> **What you should do**: Return only what lies between the first line of the entries and the line containing "the likely cause.", both lines included.

----

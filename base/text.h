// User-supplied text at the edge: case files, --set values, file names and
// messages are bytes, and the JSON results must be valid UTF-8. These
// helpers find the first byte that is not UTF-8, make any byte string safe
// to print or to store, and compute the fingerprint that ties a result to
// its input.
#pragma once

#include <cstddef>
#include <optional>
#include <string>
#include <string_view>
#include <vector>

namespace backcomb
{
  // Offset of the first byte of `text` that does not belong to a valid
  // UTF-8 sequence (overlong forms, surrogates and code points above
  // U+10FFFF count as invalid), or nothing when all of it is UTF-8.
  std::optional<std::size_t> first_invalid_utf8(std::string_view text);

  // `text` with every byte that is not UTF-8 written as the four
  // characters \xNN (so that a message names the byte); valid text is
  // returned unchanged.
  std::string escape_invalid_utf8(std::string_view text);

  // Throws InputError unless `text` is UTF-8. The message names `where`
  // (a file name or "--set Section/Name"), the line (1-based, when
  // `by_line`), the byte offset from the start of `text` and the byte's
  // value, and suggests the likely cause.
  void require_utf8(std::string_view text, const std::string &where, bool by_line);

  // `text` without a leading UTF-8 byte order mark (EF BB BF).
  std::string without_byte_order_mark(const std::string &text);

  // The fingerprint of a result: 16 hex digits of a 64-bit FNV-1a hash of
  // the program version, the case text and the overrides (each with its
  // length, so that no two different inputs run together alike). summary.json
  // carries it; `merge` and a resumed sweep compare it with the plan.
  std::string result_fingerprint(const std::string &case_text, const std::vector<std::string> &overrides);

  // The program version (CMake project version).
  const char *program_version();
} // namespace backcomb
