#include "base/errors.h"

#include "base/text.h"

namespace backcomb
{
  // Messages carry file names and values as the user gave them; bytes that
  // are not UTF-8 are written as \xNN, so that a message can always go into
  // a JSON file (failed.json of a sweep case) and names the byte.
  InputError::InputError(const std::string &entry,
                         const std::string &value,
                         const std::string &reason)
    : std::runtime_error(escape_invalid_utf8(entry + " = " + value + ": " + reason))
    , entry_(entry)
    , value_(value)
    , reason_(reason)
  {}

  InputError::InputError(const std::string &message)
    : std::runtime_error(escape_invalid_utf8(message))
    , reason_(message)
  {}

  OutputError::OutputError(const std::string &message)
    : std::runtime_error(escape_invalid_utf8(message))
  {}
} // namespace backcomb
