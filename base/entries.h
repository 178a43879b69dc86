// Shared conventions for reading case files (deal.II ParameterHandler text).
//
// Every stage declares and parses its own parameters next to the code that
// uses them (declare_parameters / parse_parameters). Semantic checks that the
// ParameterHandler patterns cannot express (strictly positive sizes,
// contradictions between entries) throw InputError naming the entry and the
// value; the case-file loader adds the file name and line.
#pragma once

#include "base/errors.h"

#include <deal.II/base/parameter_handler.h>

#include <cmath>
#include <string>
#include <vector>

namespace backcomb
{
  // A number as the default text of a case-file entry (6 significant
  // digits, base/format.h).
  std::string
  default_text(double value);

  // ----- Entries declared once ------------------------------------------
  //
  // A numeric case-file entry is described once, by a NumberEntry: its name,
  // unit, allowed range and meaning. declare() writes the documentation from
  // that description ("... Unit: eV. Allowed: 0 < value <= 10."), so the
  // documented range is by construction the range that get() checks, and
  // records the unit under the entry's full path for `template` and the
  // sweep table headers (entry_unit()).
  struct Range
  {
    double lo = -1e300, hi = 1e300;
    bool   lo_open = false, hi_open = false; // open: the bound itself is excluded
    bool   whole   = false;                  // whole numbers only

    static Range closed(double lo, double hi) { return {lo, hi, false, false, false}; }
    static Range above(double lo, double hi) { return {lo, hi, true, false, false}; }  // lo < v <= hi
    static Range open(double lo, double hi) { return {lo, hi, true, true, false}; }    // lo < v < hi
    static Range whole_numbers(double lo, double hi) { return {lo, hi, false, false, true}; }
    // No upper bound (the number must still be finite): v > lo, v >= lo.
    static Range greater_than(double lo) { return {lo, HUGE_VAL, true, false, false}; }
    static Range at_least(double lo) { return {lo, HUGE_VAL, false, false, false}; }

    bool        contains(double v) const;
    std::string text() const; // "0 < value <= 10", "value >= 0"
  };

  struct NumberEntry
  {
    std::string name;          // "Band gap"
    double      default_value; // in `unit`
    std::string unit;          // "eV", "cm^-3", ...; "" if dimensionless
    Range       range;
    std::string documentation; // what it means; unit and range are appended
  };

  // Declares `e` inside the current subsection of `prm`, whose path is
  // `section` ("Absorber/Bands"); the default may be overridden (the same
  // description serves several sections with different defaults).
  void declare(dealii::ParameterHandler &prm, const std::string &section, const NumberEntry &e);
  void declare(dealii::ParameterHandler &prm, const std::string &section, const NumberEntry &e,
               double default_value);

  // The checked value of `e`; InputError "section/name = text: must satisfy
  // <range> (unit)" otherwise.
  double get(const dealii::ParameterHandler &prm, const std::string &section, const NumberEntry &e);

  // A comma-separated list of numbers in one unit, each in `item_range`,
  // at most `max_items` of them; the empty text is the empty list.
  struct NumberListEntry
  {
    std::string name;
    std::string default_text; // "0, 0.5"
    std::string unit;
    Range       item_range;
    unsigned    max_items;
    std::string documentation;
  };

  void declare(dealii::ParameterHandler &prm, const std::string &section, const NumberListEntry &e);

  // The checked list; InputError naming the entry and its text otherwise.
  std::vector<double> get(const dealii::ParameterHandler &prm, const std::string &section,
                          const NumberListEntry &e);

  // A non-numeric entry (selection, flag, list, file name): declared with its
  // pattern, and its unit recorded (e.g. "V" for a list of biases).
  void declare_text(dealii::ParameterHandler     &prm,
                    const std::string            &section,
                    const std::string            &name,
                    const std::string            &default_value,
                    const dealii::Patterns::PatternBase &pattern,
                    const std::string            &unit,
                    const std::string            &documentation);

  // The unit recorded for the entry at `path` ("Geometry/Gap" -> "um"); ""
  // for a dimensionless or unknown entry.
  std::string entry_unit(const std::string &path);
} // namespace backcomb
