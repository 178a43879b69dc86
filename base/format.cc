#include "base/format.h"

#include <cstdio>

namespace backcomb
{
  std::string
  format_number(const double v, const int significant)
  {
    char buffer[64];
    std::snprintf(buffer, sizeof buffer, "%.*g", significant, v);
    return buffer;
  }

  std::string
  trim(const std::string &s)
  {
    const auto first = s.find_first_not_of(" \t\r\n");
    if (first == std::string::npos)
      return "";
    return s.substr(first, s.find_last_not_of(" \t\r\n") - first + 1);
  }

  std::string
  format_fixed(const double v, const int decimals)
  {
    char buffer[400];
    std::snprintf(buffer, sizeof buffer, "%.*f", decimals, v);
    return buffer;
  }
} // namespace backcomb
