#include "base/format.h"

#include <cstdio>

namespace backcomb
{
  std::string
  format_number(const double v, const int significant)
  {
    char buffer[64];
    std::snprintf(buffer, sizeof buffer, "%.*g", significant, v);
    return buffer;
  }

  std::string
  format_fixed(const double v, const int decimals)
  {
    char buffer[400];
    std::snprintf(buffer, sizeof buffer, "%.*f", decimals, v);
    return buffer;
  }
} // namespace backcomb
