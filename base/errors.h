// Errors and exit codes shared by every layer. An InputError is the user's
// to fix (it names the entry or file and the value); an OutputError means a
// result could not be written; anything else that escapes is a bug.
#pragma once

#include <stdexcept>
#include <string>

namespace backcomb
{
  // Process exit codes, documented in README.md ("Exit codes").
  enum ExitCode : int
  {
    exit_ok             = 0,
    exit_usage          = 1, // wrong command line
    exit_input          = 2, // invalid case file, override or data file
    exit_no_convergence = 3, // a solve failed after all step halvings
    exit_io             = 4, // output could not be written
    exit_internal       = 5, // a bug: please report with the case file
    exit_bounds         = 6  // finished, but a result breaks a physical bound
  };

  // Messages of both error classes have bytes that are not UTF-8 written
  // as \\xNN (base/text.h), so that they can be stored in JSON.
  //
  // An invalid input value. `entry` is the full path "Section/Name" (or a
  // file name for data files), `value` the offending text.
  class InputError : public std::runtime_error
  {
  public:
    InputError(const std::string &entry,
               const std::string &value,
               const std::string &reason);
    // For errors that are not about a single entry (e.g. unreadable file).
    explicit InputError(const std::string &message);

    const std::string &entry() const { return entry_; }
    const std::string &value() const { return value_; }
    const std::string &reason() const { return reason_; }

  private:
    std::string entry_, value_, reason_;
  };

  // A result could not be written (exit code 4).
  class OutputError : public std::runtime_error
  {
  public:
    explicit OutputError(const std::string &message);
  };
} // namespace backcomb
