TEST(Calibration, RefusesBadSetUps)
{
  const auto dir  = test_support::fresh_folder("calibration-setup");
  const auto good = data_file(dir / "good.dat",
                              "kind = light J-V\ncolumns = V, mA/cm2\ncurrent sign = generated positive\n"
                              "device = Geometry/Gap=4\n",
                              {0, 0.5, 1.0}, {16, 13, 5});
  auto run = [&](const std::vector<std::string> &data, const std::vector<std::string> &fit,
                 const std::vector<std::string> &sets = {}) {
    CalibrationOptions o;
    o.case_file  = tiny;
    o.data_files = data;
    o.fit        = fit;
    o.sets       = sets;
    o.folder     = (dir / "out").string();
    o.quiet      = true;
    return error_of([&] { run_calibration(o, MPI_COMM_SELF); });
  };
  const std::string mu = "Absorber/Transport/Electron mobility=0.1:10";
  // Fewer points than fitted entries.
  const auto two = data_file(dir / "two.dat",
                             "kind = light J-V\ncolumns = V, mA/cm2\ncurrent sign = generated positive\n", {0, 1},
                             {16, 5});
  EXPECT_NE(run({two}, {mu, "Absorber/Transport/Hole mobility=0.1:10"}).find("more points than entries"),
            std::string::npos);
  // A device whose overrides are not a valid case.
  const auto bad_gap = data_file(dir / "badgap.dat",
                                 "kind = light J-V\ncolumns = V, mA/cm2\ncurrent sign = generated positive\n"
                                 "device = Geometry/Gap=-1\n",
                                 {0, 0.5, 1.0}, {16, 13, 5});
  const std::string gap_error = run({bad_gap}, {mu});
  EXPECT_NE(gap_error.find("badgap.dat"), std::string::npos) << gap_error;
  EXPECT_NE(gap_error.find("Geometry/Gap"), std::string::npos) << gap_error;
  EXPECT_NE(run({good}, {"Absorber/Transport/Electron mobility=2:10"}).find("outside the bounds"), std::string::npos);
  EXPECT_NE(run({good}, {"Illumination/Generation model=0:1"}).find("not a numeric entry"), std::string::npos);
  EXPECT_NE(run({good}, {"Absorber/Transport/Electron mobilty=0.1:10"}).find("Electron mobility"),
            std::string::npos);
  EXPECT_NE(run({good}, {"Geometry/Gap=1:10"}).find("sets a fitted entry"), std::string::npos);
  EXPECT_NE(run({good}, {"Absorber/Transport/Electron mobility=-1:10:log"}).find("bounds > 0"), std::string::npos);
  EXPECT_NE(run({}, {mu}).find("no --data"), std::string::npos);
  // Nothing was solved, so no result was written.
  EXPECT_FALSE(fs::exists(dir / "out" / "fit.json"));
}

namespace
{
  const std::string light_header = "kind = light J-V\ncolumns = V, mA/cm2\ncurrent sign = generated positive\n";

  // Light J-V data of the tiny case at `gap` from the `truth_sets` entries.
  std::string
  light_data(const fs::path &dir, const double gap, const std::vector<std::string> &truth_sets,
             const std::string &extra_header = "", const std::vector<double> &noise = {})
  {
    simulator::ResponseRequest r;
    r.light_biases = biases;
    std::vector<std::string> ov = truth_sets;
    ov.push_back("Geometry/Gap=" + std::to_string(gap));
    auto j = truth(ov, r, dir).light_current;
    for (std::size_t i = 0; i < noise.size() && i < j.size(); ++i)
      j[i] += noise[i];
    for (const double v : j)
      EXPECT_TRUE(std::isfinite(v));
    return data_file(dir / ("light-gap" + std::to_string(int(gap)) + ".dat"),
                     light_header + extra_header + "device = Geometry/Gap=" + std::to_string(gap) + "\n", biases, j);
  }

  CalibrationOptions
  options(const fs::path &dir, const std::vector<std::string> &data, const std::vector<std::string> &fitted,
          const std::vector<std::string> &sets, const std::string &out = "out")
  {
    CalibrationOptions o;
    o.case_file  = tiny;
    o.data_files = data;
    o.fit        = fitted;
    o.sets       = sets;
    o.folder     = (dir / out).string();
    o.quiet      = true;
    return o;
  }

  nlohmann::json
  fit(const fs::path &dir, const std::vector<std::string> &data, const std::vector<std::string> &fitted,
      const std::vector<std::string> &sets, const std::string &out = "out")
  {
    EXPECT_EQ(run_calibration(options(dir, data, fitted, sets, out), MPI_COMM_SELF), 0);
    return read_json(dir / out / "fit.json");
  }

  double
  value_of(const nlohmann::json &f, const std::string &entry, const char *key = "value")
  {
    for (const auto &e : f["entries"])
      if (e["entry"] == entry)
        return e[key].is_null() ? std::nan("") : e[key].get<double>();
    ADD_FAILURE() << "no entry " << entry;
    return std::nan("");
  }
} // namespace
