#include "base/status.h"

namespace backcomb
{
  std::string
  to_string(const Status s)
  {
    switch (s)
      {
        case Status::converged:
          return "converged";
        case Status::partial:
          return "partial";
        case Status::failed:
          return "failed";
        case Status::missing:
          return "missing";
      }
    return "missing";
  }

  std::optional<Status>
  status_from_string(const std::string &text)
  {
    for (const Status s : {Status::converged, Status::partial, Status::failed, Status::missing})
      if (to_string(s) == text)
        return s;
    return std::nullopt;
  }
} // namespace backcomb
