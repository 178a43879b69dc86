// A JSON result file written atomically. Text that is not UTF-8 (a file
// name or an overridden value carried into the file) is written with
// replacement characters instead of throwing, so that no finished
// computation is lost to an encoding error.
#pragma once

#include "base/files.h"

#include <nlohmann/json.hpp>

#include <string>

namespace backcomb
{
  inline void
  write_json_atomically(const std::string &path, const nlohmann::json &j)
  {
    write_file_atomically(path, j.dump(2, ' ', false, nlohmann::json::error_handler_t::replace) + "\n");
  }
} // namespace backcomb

----

> **Response**:
filename base/text.h
// User-supplied text at the edge: case files, --set values, file names and
// messages are bytes, and the JSON results must be valid UTF-8. These
// helpers find the first byte that is not UTF-8, make any byte string safe
// to print or to store, and compute the fingerprint that ties a result to
// its input.
#pragma once

#include <cstddef>
#include <optional>
#include <string>
#include <string_view>
#include <vector>

namespace backcomb
{
  // Offset of the first byte of `text` that does not belong to a valid
  // UTF-8 sequence (overlong forms, surrogates and code points above
  // U+10FFFF count as invalid), or nothing when all of it is UTF-8.
  std::optional<std::size_t> first_invalid_utf8(std::string_view text);

  // `text` with every byte that is not UTF-8 written as the four
  // characters \xNN (so that a message names the byte); valid text is
  // returned unchanged.
  std::string escape_invalid_utf8(std::string_view text);

  // Throws InputError unless `text` is UTF-8. The message names `where`
  // (a file name or "--set Section/Name"), the line (1-based, when
  // `by_line`), the byte offset from the start of `text` and the byte's
  // value, and suggests the likely cause.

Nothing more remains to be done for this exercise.